[Opening Recorded data section]

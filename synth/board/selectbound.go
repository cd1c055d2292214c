package board

import (
	"encoding/binary"
	"slices"
	"sort"
)

// The selection's lower bounds: the packing of waiting networks over the
// values they could still take, and the bound of network groups that share
// candidate values (groupNetworks, groupBound), with the keys the search
// remembers proven needs under.

// groupNetworks joins networks whose sets of values overlap by at least
// half of the smaller: the same series over the same range is one group,
// E96 beside E24 is two. The groups only steer groupBound; any grouping
// gives a valid bound.
func groupNetworks(nets [][]item, nvals int) ([]int, [][]int) {
	uses := make([][]bool, len(nets))
	size := make([]int, len(nets))
	for r, its := range nets {
		uses[r] = make([]bool, nvals)
		for _, it := range its {
			for _, v := range it.vals {
				if !uses[r][v] {
					uses[r][v] = true
					size[r]++
				}
			}
		}
	}
	root := make([]int, len(nets))
	for r := range root {
		root[r] = r
	}
	var find func(int) int
	find = func(r int) int {
		if root[r] != r {
			root[r] = find(root[r])
		}
		return root[r]
	}
	for a := range nets {
		for b := a + 1; b < len(nets); b++ {
			common := 0
			for v := range nvals {
				if uses[a][v] && uses[b][v] {
					common++
				}
			}
			if 2*common >= min(size[a], size[b]) {
				root[find(a)] = find(b)
			}
		}
	}
	group := make([]int, len(nets))
	ids := map[int]int{}
	var groups [][]int
	for r := range nets {
		g, ok := ids[find(r)]
		if !ok {
			g = len(groups)
			ids[find(r)] = g
			groups = append(groups, nil)
		}
		group[r] = g
		groups[g] = append(groups[g], r)
	}
	return group, groups
}

// subproblem returns the key of the networks in needs with the values of
// the set that some design of theirs uses.
func (s *selector) subproblem(needs []need) string {
	clear(s.unmet)
	for _, n := range needs {
		s.unmet[n.r/64] |= 1 << (n.r % 64)
	}
	k := s.key[:0]
	for _, w := range s.unmet {
		k = binary.LittleEndian.AppendUint64(k, w)
	}
	vals := make([]int32, 0, len(s.used))
	for _, v := range s.used {
		for i, w := range s.users[v] {
			if w&s.unmet[i] != 0 {
				vals = append(vals, v)
				break
			}
		}
	}
	slices.Sort(vals)
	for _, v := range vals {
		k = binary.LittleEndian.AppendUint32(k, uint32(v))
	}
	s.key = k
	return string(k)
}

// setKey returns the key of the current set.
func (s *selector) setKey() string {
	vals := slices.Clone(s.used)
	slices.Sort(vals)
	k := s.key[:0]
	for _, v := range vals {
		k = binary.LittleEndian.AppendUint32(k, uint32(v))
	}
	s.key = k
	return string(k)
}

// packing is a lower bound on the new values still needed: networks whose
// possible new values are pairwise disjoint each need their own, so their
// least needs add up (the largest needs are taken first).
func (s *selector) packing(nd node) int {
	if len(nd.needs) == 1 {
		return nd.needs[0].min
	}
	return s.pack(slices.Clone(nd.needs), nd.fit, nil)
}

// pack adds up the least needs of networks whose possible new values,
// leaving out those marked free, are pairwise disjoint (the largest needs
// first). It sorts needs.
func (s *selector) pack(needs []need, fit [][]int, free []bool) int {
	sort.Slice(needs, func(a, b int) bool { return needs[a].min > needs[b].min })
	counted := func(v int32) bool { return !s.in[v] && (free == nil || !free[v]) }
	clear(s.taken)
	sum := 0
	for _, n := range needs {
		disjoint := true
		for _, i := range fit[n.r] {
			for _, v := range s.nets[n.r][i].vals {
				if counted(v) && s.taken[v] {
					disjoint = false
				}
			}
		}
		if !disjoint {
			continue
		}
		for _, i := range fit[n.r] {
			for _, v := range s.nets[n.r][i].vals {
				if counted(v) {
					s.taken[v] = true
				}
			}
		}
		sum += n.min
	}
	return sum
}

// groupBound is a second lower bound on the new values still needed, for
// boards whose networks fall into groups that share few values (E96
// dividers beside E24 ladders, say). Of the groups, take the one whose
// waiting networks have the largest need f proven for them alone (a
// remembered fact). Every set that serves the node gives them f new values
// among their own candidates C. The other waiting networks are then served
// by values outside C as well, and those of them whose candidates outside
// C are disjoint need their own: f plus their least needs outside C.
func (s *selector) groupBound(nd node) int {
	if len(s.groups) < 2 || len(nd.needs) < 2 || s.kS >= 0 {
		return 0
	}
	bestG, f := -1, 0
	for g := range s.groups {
		part := s.partScratch[:0]
		for _, n := range nd.needs {
			if s.group[n.r] == g {
				part = append(part, n)
			}
		}
		s.partScratch = part
		if len(part) == 0 || len(part) == len(nd.needs) {
			continue // the node's own subproblem, already looked up
		}
		if v := s.needs[s.subproblem(part)]; v > f {
			bestG, f = g, v
		}
	}
	if bestG < 0 {
		return 0
	}
	clear(s.free)
	for _, n := range nd.needs {
		if s.group[n.r] != bestG {
			continue
		}
		for _, i := range nd.fit[n.r] {
			for _, v := range s.nets[n.r][i].vals {
				s.free[v] = !s.in[v]
			}
		}
	}
	var rest []need
	for _, n := range nd.needs {
		if s.group[n.r] == bestG {
			continue
		}
		least := -1
		for _, i := range nd.fit[n.r] {
			c := 0
			for _, v := range s.nets[n.r][i].vals {
				if !s.in[v] && !s.free[v] {
					c++
				}
			}
			if least < 0 || c < least {
				least = c
			}
		}
		if least > 0 {
			rest = append(rest, need{n.r, least})
		}
	}
	return f + s.pack(rest, nd.fit, s.free)
}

[Closing Recorded data section]

What needs to be done
Gather from the entries above all lines that include the string "lower".

Output for this exercise
// The selection's lower bounds: the packing of waiting networks over the
// packing is a lower bound on the new values still needed: networks whose
// groupBound is a second lower bound on the new values still needed, for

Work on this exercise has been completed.